Boeing enlists banks to advise on possible US support — sources

By - Apr 12,2020 - Last updated at Apr 12,2020

Boeing logo is seen at its stand during the 70th annual International Astronautical Congress at the Walter E. Washington Convention Centre in Washington, DC, on October 22, 2019. (AFP photo)

NEW YORK — Boeing has enlisted investment banks Lazard and Evercore to advise it on talks with Washington on potential federal aid in the wake of the coronavirus pandemic, sources told AFP on Friday.

 

      The talks with the US Treasury Department, which is managing a $2.2 trillion US emergency aid package, could begin towards the end of April, said a source on condition of anonymity.

 

      Boeing, the biggest US exporter, had sought $60 billion in federal support for itself and the 17,000 suppliers and contractors in its supply chain. The sector employs around 2.5 million people in the US, according to the aerospace giant.

 

      Around 17 billion dollars aimed at Boeing was included in the giant federal relief bill approved in March.

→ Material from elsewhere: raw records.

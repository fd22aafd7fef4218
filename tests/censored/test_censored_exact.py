"""Small exact cases of censored samples: the likelihood, the truncated conditional draws, the parsing of limits."""
from __future__ import annotations

import numpy as np
import pytest
from scipy import integrate, stats

from fieldcast.algorithms import (
    Cancelled,
    CovarianceModel,
    FieldcastError,
    FitOptions,
    GridSpec,
    ImputedKriging,
    KrigingPredictor,
    MeanModel,
    Structure,
    TruncatedGibbs,
    censored_log_likelihood,
    fit_censored,
    impute_censored,
    minimum_pile_warning,
    parse_limit_texts,
    simulate_conditional,
    substituted,
)

XY = np.array([[0.0, 0.0], [1.0, 0.0], [0.0, 1.5], [2.0, 2.0], [0.7, 0.4], [3.0, 0.5]])
MODEL = CovarianceModel((Structure("exponential", 1.0, 1.2),), nugget=0.1)
COV = MODEL.data_covariance(XY)
MEAN = np.full(len(XY), 0.5)
VALUES = np.array([0.9, 0.2, -0.4, 1.3, 0.0, 0.6])


def joint_pdf(full: np.ndarray) -> float:
    return stats.multivariate_normal(MEAN, COV).pdf(full)


def test_one_censored_value_matches_the_integral_of_the_joint_density():
    # Source: definition of the censored likelihood, the joint normal density integrated over the censoring
    # region {z_c < l} with the observed values fixed; integrated here by scipy.integrate.quad.
    censored = np.zeros(len(XY), dtype=bool)
    censored[4] = True

    def density(z):
        full = VALUES.copy()
        full[4] = z
        return joint_pdf(full)

    direct, _ = integrate.quad(density, -np.inf, VALUES[4], epsabs=1e-14, epsrel=1e-10)
    assert censored_log_likelihood(VALUES, censored, MEAN, COV) == pytest.approx(np.log(direct), abs=1e-7)


def test_two_censored_values_match_the_double_integral_of_the_joint_density():
    # Source: as above, the joint density integrated over both censored coordinates (scipy.integrate.dblquad);
    # the implementation takes the bivariate probability from scipy's multivariate normal cdf instead.
    censored = np.zeros(len(XY), dtype=bool)
    censored[[1, 4]] = True

    def density(z4, z1):
        full = VALUES.copy()
        full[1], full[4] = z1, z4
        return joint_pdf(full)

    direct, _ = integrate.dblquad(density, -8.0, VALUES[1], -8.0, VALUES[4], epsabs=1e-13, epsrel=1e-8)
    assert censored_log_likelihood(VALUES, censored, MEAN, COV) == pytest.approx(np.log(direct), abs=1e-4)


def test_all_censored_is_the_multivariate_normal_probability_of_the_region():
    # Source: with every value censored the likelihood is P(Z < l), scipy.stats.multivariate_normal.cdf.
    censored = np.ones(3, dtype=bool)
    sub = COV[:3, :3]
    expected = np.log(stats.multivariate_normal(MEAN[:3], sub).cdf(VALUES[:3]))
    assert censored_log_likelihood(VALUES[:3], censored, MEAN[:3], sub) == pytest.approx(expected, abs=1e-4)


def test_no_censored_value_is_the_normal_log_density():
    # Source: scipy.stats.multivariate_normal.logpdf.
    expected = stats.multivariate_normal(MEAN, COV).logpdf(VALUES)
    assert censored_log_likelihood(VALUES, np.zeros(len(XY), bool), MEAN, COV) == pytest.approx(expected, rel=1e-12)


def conditional(index: int) -> tuple[float, float]:
    """Mean and sd of value ``index`` given the others (the Gaussian conditioning formula)."""
    rest = np.arange(len(XY)) != index
    weights = np.linalg.solve(COV[np.ix_(rest, rest)], COV[rest, index])
    return (MEAN[index] + weights @ (VALUES[rest] - MEAN[rest]),
            float(np.sqrt(COV[index, index] - COV[rest, index] @ weights)))


def test_one_censored_value_draws_follow_the_truncated_normal_moments():
    # Source: mean and variance of a normal truncated above at b, mu - s phi(b)/Phi(b) and
    # s^2 [1 - b phi(b)/Phi(b) - (phi(b)/Phi(b))^2] (Tallis 1961; scipy.stats.truncnorm gives the same).
    censored = np.zeros(len(XY), dtype=bool)
    censored[4] = True
    centre, sd = conditional(4)
    b = (VALUES[4] - centre) / sd
    ratio = stats.norm.pdf(b) / stats.norm.cdf(b)
    expected_mean = centre - sd * ratio
    expected_var = sd ** 2 * (1 - b * ratio - ratio ** 2)
    draws = TruncatedGibbs(VALUES, censored, MEAN, COV).draws(20000, np.random.default_rng(3), burn_in=0, thin=1)
    assert draws.max() <= VALUES[4]
    # 20,000 independent draws: the mean's standard error is below 0.01 sd (4 of them allowed).
    assert draws.mean() == pytest.approx(expected_mean, abs=4 * np.sqrt(expected_var / 20000))
    assert draws.var() == pytest.approx(expected_var, rel=0.05)
    assert expected_mean == pytest.approx(stats.truncnorm(-np.inf, b, centre, sd).mean(), rel=1e-9)


def test_two_censored_values_draws_match_the_integrated_conditional_mean():
    # Source: E[Z_1 | z_o, Z_1 < l_1, Z_4 < l_4] as the ratio of two double integrals of the joint density
    # (scipy.integrate.dblquad), against the Gibbs chain's average.
    censored = np.zeros(len(XY), dtype=bool)
    censored[[1, 4]] = True

    def density(z4, z1, weight):
        full = VALUES.copy()
        full[1], full[4] = z1, z4
        return joint_pdf(full) * (z1 if weight else 1.0)

    top, _ = integrate.dblquad(density, -8.0, VALUES[1], -8.0, VALUES[4], args=(True,), epsabs=1e-13)
    bottom, _ = integrate.dblquad(density, -8.0, VALUES[1], -8.0, VALUES[4], args=(False,), epsabs=1e-13)
    draws = TruncatedGibbs(VALUES, censored, MEAN, COV).draws(20000, np.random.default_rng(5), burn_in=50, thin=2)
    assert np.all(draws <= VALUES[[1, 4]])
    # Tolerance from the chain's spread (correlated draws: a generous 0.03).
    assert draws[:, 0].mean() == pytest.approx(top / bottom, abs=0.03)


def test_draws_are_reproducible_with_a_seed():
    censored = np.zeros(len(XY), dtype=bool)
    censored[[1, 4]] = True
    sampler = TruncatedGibbs(VALUES, censored, MEAN, COV)
    first = sampler.draws(5, np.random.default_rng(11))
    assert np.array_equal(first, sampler.draws(5, np.random.default_rng(11)))


def test_text_limits_are_read_with_or_without_a_space():
    values, censored = parse_limit_texts(["<0.5", "< 0.5", "1.25", " 3 ", "<1e-2", "n.d.", None, "<0,5", 2.0])
    assert np.array_equal(censored, [True, True, False, False, True, False, False, False, False])
    assert np.allclose(values[[0, 1, 2, 3, 4, 8]], [0.5, 0.5, 1.25, 3.0, 0.01, 2.0])
    assert np.isnan(values[[5, 6, 7]]).all()


def test_substitution_replaces_only_the_limits():
    out = substituted(np.array([0.5, 2.0, 1.0]), np.array([True, False, True]), 0.5)
    assert np.allclose(out, [0.25, 2.0, 0.5])
    with pytest.raises(FieldcastError, match="SUBSTITUTION_FACTOR"):
        substituted(np.array([1.0]), np.array([True]), 0.0)


def test_meuse_cadmium_minimum_pile_is_flagged(meuse):
    # Source: the published Meuse data (tests/data/README.md): 21 of the 155 cadmium values are 0.2 ppm.
    warning = minimum_pile_warning(meuse.cadmium, np.zeros(155, bool), "cadmium")
    assert warning is not None and warning.startswith("21 of 155 values of cadmium equal its smallest value 0.2")
    assert minimum_pile_warning(meuse.zinc, np.zeros(155, bool), "zinc") is None


def test_imputed_kriging_combines_the_sets_by_rubins_rules():
    # Source: Rubin (1987) combining rules, total variance W + (1 + 1/m) B, checked against kriging each completed
    # set on its own with the engine's KrigingPredictor (itself checked against published cases in tests/predict).
    censored = np.zeros(len(XY), dtype=bool)
    censored[[1, 4]] = True
    mean_model = MeanModel()
    sets = impute_censored(XY, VALUES, censored, MODEL, mean_model, np.array([0.5]), count=8, seed=2)
    assert sets.shape == (8, len(XY)) and np.all(sets[:, censored] <= VALUES[censored])
    assert np.array_equal(sets[:, ~censored], np.broadcast_to(VALUES[~censored], (8, 4)))
    targets = np.array([[0.5, 0.5], [2.5, 1.0]])
    each = [KrigingPredictor(XY, s, MODEL, mean_model).predict(targets) for s in sets]
    means = np.array([m for m, _ in each])
    mean, variance = ImputedKriging(XY, sets, MODEL, mean_model).predict(targets)
    assert np.allclose(mean, means.mean(axis=0))
    assert np.allclose(variance, each[0][1] + (1 + 1 / 8) * means.var(axis=0, ddof=1))


def test_each_realisation_is_conditioned_on_its_own_completed_set():
    # Source: conditioning by kriging is linear in the data (the kriging weights do not depend on them), so a
    # realisation conditioned on set r differs from one conditioned on the values by the kriging weights applied
    # to their difference; the weights from the engine's KrigingPredictor.
    grid = GridSpec(0.0, 3.0, 0.25, 12, 14)
    censored = np.zeros(len(XY), dtype=bool)
    censored[[1, 4]] = True
    sets = impute_censored(XY, VALUES, censored, MODEL, MeanModel(), np.array([0.5]), count=3, seed=4)
    plain = simulate_conditional(XY, VALUES, MODEL, MeanModel(), grid, n_realisations=5, seed=9)
    drawn = simulate_conditional(XY, VALUES, MODEL, MeanModel(), grid, n_realisations=5, seed=9, value_sets=sets)
    weights = KrigingPredictor(XY, VALUES, MODEL, MeanModel()).weights(grid.cell_centres())
    for r in range(5):
        shift = ((sets[r % 3] - VALUES) @ weights).reshape(grid.n_rows, grid.n_cols)
        assert np.allclose(drawn.realisations[r] - plain.realisations[r], shift, atol=1e-10)


def test_a_cancelled_censored_fit_stops():
    censored = np.zeros(len(XY), dtype=bool)
    censored[4] = True
    with pytest.raises(Cancelled):
        fit_censored(XY, VALUES, censored, FitOptions(kernel="exponential", anisotropy=False),
                     should_stop=lambda: True)


def test_too_few_detected_values_are_refused_with_advice():
    censored = np.ones(len(XY), dtype=bool)
    censored[:2] = False
    with pytest.raises(FieldcastError, match="at least 3 detected values"):
        fit_censored(XY, VALUES, censored, FitOptions())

Boeing had $27.3 billion in debt at the end of December as it works to complete the purchase of Brazilian company Embraer's commercial plane operation.

 

      President Donald Trump again offered strong support for the company on Friday.

 

      "We can't let anything happen to Boeing," Trump said at a White House briefing. "It's got so much potential."

 

      Later in the briefing, Trump said that he thought Boeing "probably" will seek federal support.

 

      "This isn't a great time to sell airplanes, let's not kid ourselves," Trump said. "We'll do whatever's necessary to do."

 

      A stumbling block has been the question of what Washington will get in return for the support.

 

      Boeing chief executive David Calhoun has balked at the idea that taxpayers would receive shares in Boeing, a proposal floated by some congressional Democrats.

 

      In talks with major airlines, Treasury officials have demanded that carriers maintain their staff until at least September 30.

 

      But Boeing is targeting a reduction of 10 per cent of its workforce in the commercial plane business, the Wall Street Journal reported. The company's factories have been shuttered due to COVID-19.

 

      In anticipation of complex negotiations with the Treasury, Boeing has also asked Lazard and Evercore to explore private sources of funds, said a different source, confirming a report in the Wall Street Journal.

 

      Boeing declined to comment.

 

      Boeing also continues to be embroiled in a complex process with the Federal Aviation Administration over efforts to win approval to resume flights on the 737 MAX, which has been grounded since March 2019 following two deadly crashes.

 

      A key test flight of the Boeing 737 MAX has been pushed back by a month to May due to the upheaval of the coronavirus crisis, sources told AFP earlier this week.